Let us define E_n by E_n = \{ x \,:\, |g(x)| \leq n\} then g1_{E_n} is bounded and so in L^q as \mu is finite. Then define a linear functional on L^p by K_n(f) = \mu(fg1_{E_n}) and another by \tilde{K}_n (f) = K(f1_{E_n}). Then if A is a measurable set we have K_n (1_A) = \tilde{K}_n (1_A), by linearity if h is a simple function then K_n(h) = \tilde{K}_n(h).
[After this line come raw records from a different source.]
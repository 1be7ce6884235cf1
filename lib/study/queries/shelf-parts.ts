import { sql } from 'kysely'
import type { Db } from '@/lib/db/client'
import type { SeriesFinding, Standing } from '@/lib/science/series'
import type { ReadingDetail } from './parts'

/** What the ledger draws of many studies at once: seven statements whatever their number. */
export async function listShelfParts(db: Db, studyIds: string[]) {
  const isOfThem = sql<boolean>`study_id = any(${studyIds}::uuid[])`
  const stations = await db
    .selectFrom('studyStation')
    .innerJoin('station', 'station.id', 'studyStation.stationId')
    .select(['studyStation.id', 'studyStation.studyId', 'studyStation.temperatureC', 'studyStation.voice'])
    .select('station.kind')
    .where(sql<boolean>`study_station.study_id = any(${studyIds}::uuid[])`)
    .orderBy('studyStation.position')
    .execute()
  const batches = await db
    .selectFrom('studyBatch')
    .innerJoin('batch', 'batch.id', 'studyBatch.batchId')
    .innerJoin('formulaVersion', 'formulaVersion.id', 'batch.formulaVersionId')
    .innerJoin('formula', 'formula.id', 'formulaVersion.formulaId')
    .select(['studyBatch.studyId', 'batch.id', 'batch.code', 'formula.name as formulaName'])
    .select('studyBatch.isReference')
    .where(isOfThem)
    .orderBy('studyBatch.position')
    .execute()
  const series = await db
    .selectFrom('series')
    .select(['studyId', 'batchId', 'studyStationId', 'attribute', 'used', 'latestValue', 'leavesAtWeeks'])
    .select((eb) => [
      eb.ref('standing').$castTo<Standing>().as('standing'),
      eb.ref('finding').$castTo<SeriesFinding>().as('finding'),
    ])
    .where(isOfThem)
    .execute()
  const pullJars = await db
    .selectFrom('pullJar')
    .innerJoin('pull', 'pull.id', 'pullJar.pullId')
    .innerJoin('jar', 'jar.id', 'pullJar.jarId')
    .select(['pullJar.studyId', 'pullJar.asks', 'pullJar.state', 'pull.id as pullId', 'pull.studyStationId'])
    .select(['pull.timeWeeks', 'pull.label', 'pull.dueOn', 'pull.windowFrom', 'pull.windowTo'])
    .select(['jar.code', 'jar.batchId', 'jar.state as jarState'])
    .where(sql<boolean>`pull_jar.study_id = any(${studyIds}::uuid[])`)
    .orderBy('pull.timeWeeks')
    .execute()
  const readings = await db
    .selectFrom('reading')
    .innerJoin('pullJar', 'pullJar.id', 'reading.pullJarId')
    .select(['reading.studyId', 'reading.id', 'reading.batchId', 'reading.studyStationId', 'pullJar.pullId'])
    .select(['reading.attribute', 'reading.value'])
    .select((eb) => eb.ref('reading.detail').$castTo<ReadingDetail>().as('detail'))
    .where(
      sql<boolean>`reading.study_id = any(${studyIds}::uuid[]) and not reading.is_void
      and not exists (select from reading newer where newer.supersedes_id = reading.id)`,
    )
    .execute()
  const flags = await db
    .selectFrom('flag')
    .select(['studyId', 'studyStationId', 'batchId', 'attribute', 'rule'])
    .where('state', '=', 'open')
    .where(isOfThem)
    .execute()
  const cases = await db
    .selectFrom('shelfCase')
    .select(['studyId', 'code'])
    .where('state', '=', 'put forward')
    .where(isOfThem)
    .execute()
  const by = {
    stations: grouped(stations),
    batches: grouped(batches),
    series: grouped(series),
    pullJars: grouped(pullJars),
    readings: grouped(readings),
    flags: grouped(flags),
    cases: grouped(cases),
  }
  return {
    of: (studyId: string) => {
      const all = by.batches.get(studyId) ?? []
      const beside = new Set(all.filter((batch) => batch.isReference).map((batch) => batch.id))
      const isOwn = ({ batchId }: { batchId: string }) => !beside.has(batchId)
      return {
        stations: by.stations.get(studyId) ?? [],
        // What stands beside a study as a reference has no part in how the study stands.
        batches: all.filter((batch) => !batch.isReference),
        references: all.filter((batch) => batch.isReference),
        series: (by.series.get(studyId) ?? []).filter(isOwn),
        pullJars: by.pullJars.get(studyId) ?? [],
        readings: (by.readings.get(studyId) ?? []).map((reading) => ({ ...reading, readBy: '' })),
        flags: by.flags.get(studyId) ?? [],
        caseToSign: by.cases.get(studyId)?.[0]?.code ?? null,
      }
    },
  }
}

function grouped<T extends { studyId: string }>(rows: T[]): Map<string, T[]> {
  const groups = new Map<string, T[]>()
  for (const row of rows) {
    const group = groups.get(row.studyId)
    if (group) group.push(row)
    else groups.set(row.studyId, [row])
  }
  return groups
}
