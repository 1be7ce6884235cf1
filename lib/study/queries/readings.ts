import { sql, type RawBuilder, type SqlBool } from 'kysely'
import type { Actor } from '@/lib/auth/actor'
import type { Db } from '@/lib/db/client'
import { listChoices } from '@/lib/list/queries/choices'
import { pageOf } from '@/lib/list/queries/page'
import { likeTyped, naturally, onDays, type Source } from '@/lib/list/queries/source'
import type { ListQuery } from '@/lib/list/schema'
import { doubtsOf } from '@/lib/reading/queries/doubts'
import { attributeName, attributes } from '@/lib/reading/schema/attributes'
import { ownKeyOf } from '@/lib/reading/schema/own-key'
import { stationWhenRead } from '@/lib/station/queries/stood'
import { getStudyHead, listStudyBatches } from './head'
import { ownOf } from './own'
import { headOf } from './sheet'
import type { ReadingDetail } from './parts'

type Query = ListQuery<'attribute' | 'station' | 'batch' | 'by' | 'changed' | 'from' | 'to'>

/** One page of a study's readings, each with all that it superseded: a correction hides nothing. */
export async function listStudyReadings(db: Db, actor: Actor, code: string, query: Query) {
  const study = await getStudyHead(db, actor, code)
  const batches = await listStudyBatches(db, study.id)
  const source = readingSource(db, study.id, query)
  const chains: Source<ReadingChain> = {
    ...source,
    where: [sql<SqlBool>`reading.supersedes_id is null`, ...source.where],
    rows: (ids) => chainsOf(db, ids),
    idOf: (chain) => chain.entries[0]!.id,
  }
  const page = await pageOf(db, chains, query)
  const counts = await countReadings(db, study.id)
  const { station, by } = await listChoices(db, actor)
  const attribute = study.plan.attributes.map((one) => attributeName(one.attribute))
  const choices = { station, by, attribute, batch: batches.map((batch) => batch.code) }
  return { study: headOf(study), batches, ...page, counts, choices }
}
export type StudyReadings = Awaited<ReturnType<typeof listStudyReadings>>
export type ReadingChain = { current: ReadingEntry; entries: ReadingEntry[] }

/** Every entry by itself, as files have them. */
export function readingSource(db: Db, studyId: string, { q, filters }: Query): Source<ReadingEntry> {
  const { attribute, station, batch, by, changed, from, to } = filters
  const typed = likeTyped(q)
  return {
    from: sql`reading join person on person.id = reading.recorded_by join batch on batch.id = reading.batch_id
      left join study_station on study_station.id = reading.study_station_id
      left join station on station.id = ${stationWhenRead('reading', 'studyStation')}
      left join pull_jar on pull_jar.id = reading.pull_jar_id left join pull on pull.id = pull_jar.pull_id
      left join jar on jar.id = reading.jar_id left join instrument on instrument.id = reading.instrument_id`,
    where: [
      sql<SqlBool>`reading.study_id = ${studyId}`,
      ...(q
        ? [
            sql<SqlBool>`(jar.code ilike ${typed} or reading.attribute ilike ${typed} or reading.typed ilike ${typed}
              or reading.reason ilike ${typed} or pull.label ilike ${typed} or person.name ilike ${typed}
              or instrument.code ilike ${typed})`,
          ]
        : []),
      ...(attribute ? [sql<SqlBool>`reading.attribute = ${attributeNamed(attribute)}`] : []),
      ...(station ? [sql<SqlBool>`station.name = ${station}`] : []),
      ...(batch ? [sql<SqlBool>`batch.code = ${batch}`] : []),
      ...(by ? [sql<SqlBool>`person.name = ${by}`] : []),
      ...(changed ? [isChanged] : []),
      ...onDays(sql`reading.measured_at`, from, to),
    ],
    id: sql`reading.id`,
    idKind: 'uuid',
    sorts: {
      jar: naturally('jar.code'),
      time: { by: sql`pull.time_weeks`, kind: 'number' },
      attribute: naturally('reading.attribute'),
      value: { by: sql`reading.value`, kind: 'number' },
      by: naturally('person.name'),
      measured: { by: sql`reading.measured_at`, kind: 'instant' },
      batch: naturally('batch.code'),
      station: naturally('station.name'),
      instrument: naturally('instrument.code'),
      recorded: { by: sql`reading.recorded_at`, kind: 'instant' },
    },
    rows: (ids) => entriesOf(db, ids),
    idOf: (entry) => entry.id,
  }
}

const isChanged: RawBuilder<SqlBool> = sql<SqlBool>`(reading.supersedes_id is not null
  or exists (select from reading newer where newer.supersedes_id = reading.id))`

/** The key of what the filter calls by its name. */
function attributeNamed(name: string): string {
  return Object.keys(attributes).find((key) => attributeName(key) === name) ?? ownKeyOf(name) ?? name
}

async function countReadings(db: Db, studyId: string) {
  const { rows } = await sql<{ all: number; changed: number }>`
    select count(*) as "all", count(*) filter (where ${isChanged}) as changed
    from reading where study_id = ${studyId} and supersedes_id is null
  `.execute(db)
  return rows[0]!
}

async function entriesOf(db: Db, ids: string[]) {
  return db
    .selectFrom('reading')
    .innerJoin('person', 'person.id', 'reading.recordedBy')
    .innerJoin('batch', 'batch.id', 'reading.batchId')
    .innerJoin('study', 'study.id', 'reading.studyId')
    .leftJoin('studyStation', 'studyStation.id', 'reading.studyStationId')
    .leftJoin('station', (join) => join.on('station.id', '=', stationWhenRead('reading', 'studyStation')))
    .leftJoin('pullJar', 'pullJar.id', 'reading.pullJarId')
    .leftJoin('pull', 'pull.id', 'pullJar.pullId')
    .leftJoin('jar', 'jar.id', 'reading.jarId')
    .leftJoin('instrument', 'instrument.id', 'reading.instrumentId')
    .select([
      'reading.id',
      'reading.attribute',
      'reading.replicate',
      'reading.value',
      'reading.word',
      'reading.typed',
      'reading.isVoid',
      'reading.supersedesId',
      'reading.reason',
      'reading.measuredAt',
      'reading.claimedAt',
      'reading.recordedAt',
      'reading.recordedBy',
      'person.name as readByName',
      'person.initials as readBy',
      'batch.code as batchCode',
      'studyStation.temperatureC',
      'studyStation.isFreezeThaw',
      'station.name as stationName',
      'pull.label',
      'pull.timeWeeks',
      'jar.code as jarCode',
      'instrument.code as instrumentCode',
    ])
    .select((eb) => [
      eb.ref('reading.detail').$castTo<ReadingDetail>().as('detail'),
      doubtsOf('reading').as('doubts'),
    ])
    .select(ownOf('study', 'reading'))
    .select(
      sql<boolean>`exists (select from reading newer where newer.supersedes_id = reading.id)`.as(
        'isSuperseded',
      ),
    )
    .where(sql<SqlBool>`reading.id = any(${ids}::uuid[])`)
    .execute()
}
export type ReadingEntry = Awaited<ReturnType<typeof entriesOf>>[number]

/** A reading with all that it superseded, the first one first. */
async function chainsOf(db: Db, firstIds: string[]): Promise<ReadingChain[]> {
  const { rows: steps } = await sql<{ id: string; first: string }>`
    with recursive chain as (
      select id, id as first, 1 as step from reading where id = any(${firstIds}::uuid[])
      union all
      select newer.id, chain.first, chain.step + 1 from chain join reading newer on newer.supersedes_id = chain.id)
    select id, first from chain order by step
  `.execute(db)
  const entries = await entriesOf(
    db,
    steps.map((step) => step.id),
  )
  const byId = new Map(entries.map((entry) => [entry.id, entry]))
  return firstIds.map((first) => {
    const own = steps.flatMap((step) => (step.first === first ? (byId.get(step.id) ?? []) : []))
    return { current: own.at(-1)!, entries: own }
  })
}
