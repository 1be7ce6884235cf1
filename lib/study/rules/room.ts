import { stationName } from '@/lib/protocol/rules/plan'
import type { PlannedStation, ProtocolPlan } from '@/lib/protocol/schema'
import { fitsFrom, type Leaving } from '@/lib/station/rules/occupancy'
import { capacityOf } from '@/lib/station/rules/places'
import type { StudyAdjustments } from '@/lib/study/schema'
import { nominalDay, spokenDay } from './calendar'
import { placesAt, plannedJars, plansOfBatches, type TakenBatches } from './jars'
import { pullsOf } from './pulls'
import { fittingStations, freeIn, type StationOffer } from './stations'
import { counted, numberWord } from './words'
import type { LabCalendar } from './working-days'

/** What would let a study stand where it does not fit; one that only waits has nothing to press. */
export type RoomOption = { kind: 'station' | 'spares' | 'batches' | 'without' | 'day'; label: string } & {
  stationId?: string
  adjustments?: StudyAdjustments
  batches?: number
}

/** The jars that a plan puts on the places of one of the lab's stations: upright and lying ones share them. */
export function placesNeeded(
  plan: ProtocolPlan,
  chosen: (StationOffer | null)[],
  stationId: string,
  { batchIds, referenceIds }: TakenBatches,
): number {
  const plans = plansOfBatches(plan, batchIds, referenceIds)
  const sharing = plan.stations.flatMap((_, position) =>
    chosen[position]?.id === stationId ? [position] : [],
  )
  return sharing.reduce((sum, position) => sum + placesAt(plans, position), 0)
}

/** When the jars of a study that starts today would leave this station, as far as its plan tells. */
export function plannedLeavings(
  plan: ProtocolPlan,
  chosen: (StationOffer | null)[],
  stationId: string,
  { batchIds, referenceIds }: TakenBatches,
  today: string,
): Pick<Leaving, 'leavesOn' | 'jars'>[] {
  const endOn = nominalDay(today, plan.endWeeks)
  return plannedJars(plan, batchIds, referenceIds).flatMap((jar) => {
    if (jar.position === null || chosen[jar.position]?.id !== stationId) return []
    const [week] = jar.weeks
    const leavesOn = jar.kind === 'measuring' && week !== undefined ? nominalDay(today, week) : endOn
    return [{ leavesOn, jars: 1 }]
  })
}

/** The least first: another station, fewer spares, fewer batches, without the station, later. */
export function waysToStand(
  plan: ProtocolPlan,
  adjustments: StudyAdjustments,
  at: { position: number; protocolPosition: number },
  chosen: (StationOffer | null)[],
  stations: StationOffer[],
  taken: TakenBatches,
  leavings: Leaving[],
  today: string,
): RoomOption[] {
  const planned = plan.stations[at.position]!
  const station = chosen[at.position]!
  const name = stationName(planned, at.position)
  const needed = placesNeeded(plan, chosen, station.id, taken)
  const short = needed - freeIn(station)
  const own = placesAt(plansOfBatches(plan, taken.batchIds, taken.referenceIds), at.position)
  const batchCount = taken.batchIds.length + taken.referenceIds.length
  return [
    ...otherStations(planned, station, stations, own),
    ...fewerSpares(planned, name, adjustments, at.protocolPosition, short, batchCount),
    ...fewerBatches(plan, chosen, station, taken),
    ...(plan.stations.length > 1
      ? [
          {
            kind: 'without' as const,
            label: `Start without ${name}`,
            adjustments: {
              ...adjustments,
              leaveOutStations: [...(adjustments.leaveOutStations ?? []), at.protocolPosition],
            },
          },
        ]
      : []),
    ...later(station, needed, leavings, today),
  ]
}

function otherStations(
  planned: PlannedStation,
  station: StationOffer,
  stations: StationOffer[],
  needed: number,
): RoomOption[] {
  return fittingStations(planned, stations)
    .filter((other) => other.id !== station.id && freeIn(other) >= needed)
    .toSorted((a, b) => freeIn(b) - freeIn(a))
    .slice(0, 2)
    .map((other) => ({
      kind: 'station',
      label: `Use ${other.name}, ${counted(freeIn(other), 'free place')}`,
      stationId: other.id,
    }))
}

function fewerSpares(
  { spares }: PlannedStation,
  name: string,
  adjustments: StudyAdjustments,
  position: number,
  short: number,
  batchCount: number,
): RoomOption[] {
  const fewer = Math.ceil(short / batchCount)
  if (fewer > spares) return []
  const left = spares - fewer
  return [
    {
      kind: 'spares',
      label: `${left === 0 ? 'No spare' : counted(left, 'spare')} instead of ${numberWord(spares)} for each batch at ${name}`,
      adjustments: {
        ...adjustments,
        spares: [
          ...(adjustments.spares ?? []).filter((one) => one.position !== position),
          { position, spares: left },
        ],
      },
    },
  ]
}

/** Of the study's own batches; what stands beside them stays. */
function fewerBatches(
  plan: ProtocolPlan,
  chosen: (StationOffer | null)[],
  station: StationOffer,
  { batchIds, referenceIds }: TakenBatches,
): RoomOption[] {
  const batchCount = batchIds.length
  const fitting =
    batchIds.findLastIndex(
      (_, last) =>
        placesNeeded(plan, chosen, station.id, { batchIds: batchIds.slice(0, last + 1), referenceIds }) <=
        freeIn(station),
    ) + 1
  if (fitting < (plan.batchMatrixing ? 2 : 1) || fitting >= batchCount) return []
  return [
    {
      kind: 'batches',
      label: `Start with ${counted(fitting, 'batch', 'batches')} instead of ${numberWord(batchCount)}`,
      batches: fitting,
    },
  ]
}

function later(station: StationOffer, needed: number, leavings: Leaving[], today: string): RoomOption[] {
  const own = leavings.filter((one) => one.stationId === station.id)
  const day = fitsFrom(capacityOf(station), needed, today, own)
  return day === null ? [] : [{ kind: 'day', label: `Start on ${spokenDay(day)}: then it would fit` }]
}

export type TouchedDowntime = { fromOn: string; toOn: string; reason: string; pulls: string[] }

/** The pulls of a study starting today that fall into a time in which its station is out of use. */
export function pullsInDowntime(
  planned: PlannedStation,
  endWeeks: number,
  today: string,
  calendar: LabCalendar,
  downtimes: { fromOn: string; toOn: string; reason: string }[],
): TouchedDowntime[] {
  const pulls = pullsOf(planned, today, endWeeks, calendar)
  return downtimes.flatMap(({ fromOn, toOn, reason }) => {
    const touched = pulls.filter(({ dueOn }) => dueOn >= fromOn && dueOn <= toOn)
    return touched.length === 0 ? [] : [{ fromOn, toOn, reason, pulls: touched.map(({ label }) => label) }]
  })
}
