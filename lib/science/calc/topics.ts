import type { Topic } from './topic'

/** Topics by name, each loaded when asked for: most need none of the numeric packages, and `calc` starts at once. */
const loaders: Record<string, () => Promise<Topic>> = {
  regression: async () => (await import('./statistics')).regressionTopic,
  'shelf-life': async () => (await import('./statistics')).shelfLifeTopic,
  'extrapolation-cap': async () => (await import('./statistics')).extrapolationCapTopic,
  mkt: async () => (await import('./heat')).mktTopic,
  arrhenius: async () => (await import('./heat')).arrheniusTopic,
  'accelerated-age': async () => (await import('./heat')).acceleratedAgeTopic,
  viscosity: async () => (await import('./measures')).viscosityTopic,
  'ph-slope': async () => (await import('./measures')).phSlopeTopic,
  'buffer-ph': async () => (await import('./measures')).bufferPhTopic,
  separation: async () => (await import('./measures')).separationTopic,
  'separation-curve': async () => (await import('./separation-curve')).separationCurveTopic,
  colour: async () => (await import('./colour')).colourTopic,
  'phase-fraction': async () => (await import('./emulsion')).phaseFractionTopic,
  droplets: async () => (await import('./emulsion')).dropletsTopic,
  centrifuge: async () => (await import('./emulsion')).centrifugeTopic,
  settling: async () => (await import('./emulsion')).settlingTopic,
  outlier: async () => (await import('./statistics')).outlierTopic,
  drift: async () => (await import('./drift')).driftTopic,
  'instrument-day': async () => (await import('./drift')).instrumentDayTopic,
  'jar-plan': async () => (await import('./emulsion')).jarPlanTopic,
}

export const topicNames: readonly string[] = Object.keys(loaders)

export async function findTopic(name: string): Promise<Topic | null> {
  return Object.hasOwn(loaders, name) ? loaders[name]!() : null
}

export function allTopics(): Promise<Topic[]> {
  return Promise.all(Object.values(loaders).map((load) => load()))
}
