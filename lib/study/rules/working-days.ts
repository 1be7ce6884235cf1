import { addDays, dayIn, spokenDay } from './calendar'

/** What the lab has said of its days. Monday is 1, Sunday 7. */
export type LabCalendar = {
  timeZone: string
  workingDays: number[]
  holidays: { day: string; name: string }[]
}

export const weekdays = [
  'Monday',
  'Tuesday',
  'Wednesday',
  'Thursday',
  'Friday',
  'Saturday',
  'Sunday',
] as const

type InWindow = { nominalOn: string; windowFrom: string; windowTo: string }
export type LaidOut<T extends InWindow> = T & {
  /** The day on which the pull is planned. */
  dueOn: string
  /** Why it is not planned on its nominal day, or why nobody is there on the day it keeps. */
  because: string | null
  /** No day of its window was free, so it keeps the nominal one. */
  isStuck: boolean
}

/**
 * Lays the pulls of one station on working days. Each stays on its nominal day where the lab works then; else it
 * moves to the nearest working day inside its window, of two equally near ones to the later: a jar that is read a
 * day late has stood as long as the time point says, one that is read early has not (common practice, no source).
 * Two pulls never share a day. A pull whose window holds no day that would do keeps its own, and says so.
 */
export function layOut<T extends InWindow>(
  pulls: T[],
  calendar: LabCalendar,
  { notBefore, taken = [] }: { notBefore?: string; taken?: string[] } = {},
): LaidOut<T>[] {
  const holidays = new Map(calendar.holidays.map(({ day, name }) => [day, name]))
  const why = (day: string) => whyClosed(calendar, day, holidays)
  // Who may stay where it is comes first: a pull that is moved takes no day from one that is not.
  const used = new Set(taken)
  const stays = pulls.map(({ nominalOn }) => {
    const isFree =
      (notBefore === undefined || nominalOn >= notBefore) && !used.has(nominalOn) && why(nominalOn) === null
    if (isFree) used.add(nominalOn)
    return isFree
  })
  return pulls.map((pull, at) => {
    if (stays[at]) return { ...pull, dueOn: pull.nominalOn, because: null, isStuck: false }
    const because = why(pull.nominalOn) ?? 'another pull of the station has this day'
    const day = nearest(pull).find(
      (one) => (notBefore === undefined || one >= notBefore) && !used.has(one) && why(one) === null,
    )
    if (day === undefined) return { ...pull, dueOn: pull.nominalOn, because, isStuck: true }
    used.add(day)
    return { ...pull, dueOn: day, because, isStuck: false }
  })
}

/** Why the lab does not work on a day: the holiday's name, the weekday, or that its zone left the day out; else null. */
export function whyClosed(
  calendar: LabCalendar,
  day: string,
  holidays = new Map(calendar.holidays.map((one) => [one.day, one.name])),
): string | null {
  const holiday = holidays.get(day)
  if (holiday !== undefined) return holiday
  const weekday = weekdayOf(day)
  if (!calendar.workingDays.includes(weekday)) return weekdays[weekday - 1]!
  return isLeftOut(calendar.timeZone, day) ? 'a day that the lab’s time zone left out' : null
}

/** 1 for Monday to 7 for Sunday [std: ISO 8601]. */
export function weekdayOf(day: string): number {
  return new Date(`${day}T00:00:00Z`).getUTCDay() || 7
}

export function mondayOf(day: string): string {
  return addDays(day, 1 - weekdayOf(day))
}

/** "Thu 24 Dec 2026". */
export function namedDay(day: string, withYear = true): string {
  return `${weekdays[weekdayOf(day) - 1]!.slice(0, 3)} ${spokenDay(day, withYear)}`
}

/** "Stocktaking (Wed 23 Dec), Winter closing (Thu 24 Dec to Fri 1 Jan)": days of one name, a week's end between them or not, as one. */
export function holidaysText(holidays: { day: string; name: string }[]): string {
  const spans: { name: string; from: string; to: string }[] = []
  for (const { day, name } of holidays) {
    const last = spans.at(-1)
    if (last?.name === name && day <= addDays(last.to, 3)) last.to = day
    else spans.push({ name, from: day, to: day })
  }
  return spans
    .map(({ name, from, to }) =>
      from === to
        ? `${name} (${namedDay(from, false)})`
        : `${name} (${namedDay(from, false)} to ${namedDay(to, false)})`,
    )
    .join(', ')
}

/** The window's days by their distance from the nominal one, the later of two first. */
function nearest({ nominalOn, windowFrom, windowTo }: InWindow): string[] {
  const days: string[] = []
  for (let away = 1; ; away++) {
    const [later, earlier] = [addDays(nominalOn, away), addDays(nominalOn, -away)]
    if (later > windowTo && earlier < windowFrom) return days
    if (later <= windowTo) days.push(later)
    if (earlier >= windowFrom) days.push(earlier)
  }
}

const hourMs = 3_600_000
const known = new Map<string, boolean>()

/**
 * A zone that moves across the date line skips a day: Samoa had no 30 December 2011 [IANA tz, australasia]. Offsets
 * lie between −12 and +14 hours, so an hour of every day that there is falls between these two instants.
 */
function isLeftOut(timeZone: string, day: string): boolean {
  const key = `${timeZone} ${day}`
  const before = known.get(key)
  if (before !== undefined) return before
  const noon = Date.parse(`${day}T12:00:00Z`)
  // Noon of the day in UTC lies in it for most zones; only elsewhere every hour is tried.
  const hours = [0, ...Array.from({ length: 51 }, (_, at) => at - 26)]
  const isThere = hours.some((hour) => dayIn(timeZone, new Date(noon + hour * hourMs).toISOString()) === day)
  if (known.size > 10_000) known.clear()
  known.set(key, !isThere)
  return !isThere
}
We showed in Assignment 4 that given a function f \in L^p, \epsilon >0 there exists a simple function h with \|f-h\|_p \leq \epsilon. Then we have that |K_n(f) - \tilde{K}_n(f)| \leq |K_n(f) - K_n(h)| + |\tilde{K}_n(f) - \tilde{K}_n (h)| \leq \|K\| \|f-h\|_p + \|g1_{E_n}\|_q \|f-h\|_p \leq (\|K\| + \|g\|_q) \epsilon. Since \epsilon is arbitrary this shows that K_n(f) = \tilde{K}_n(f). \tilde{K}_n(f) = K_{g1_{E_n}}(f) so by our isometry we have \|\tilde{K}_n\| = \|g1_{E_n}\|_q. We also have that \|\tilde{K}_n\| \leq \|K\| as \| \tilde{K}_n\| = \sup_{\|f\|_p =1} K_n(f) = \sup_{\|f\|_p = 1} K(f1_{E_n}) \leq \sup_{\|f\|_p=1} K(f) = \|K\|. Therefore \|g1_{E_n}\|_q \leq \|K\| therefore \|g1_{E_n}\|_p^p = \int |g|^p 1_{E_n} \mu(\mathrm{d}x) and then by monotone convergence we get that \|g\|_q = \lim_n \|g 1_{E_n}\|_q \leq \|K\|. Therefore, g \in L^q. Then by exactly the same argument with which we showed K_n = \tilde{K}_n we have that K = K_g. This concludes the proof in the finite case.

Extending to the sigma finite case works very similarly to previous results.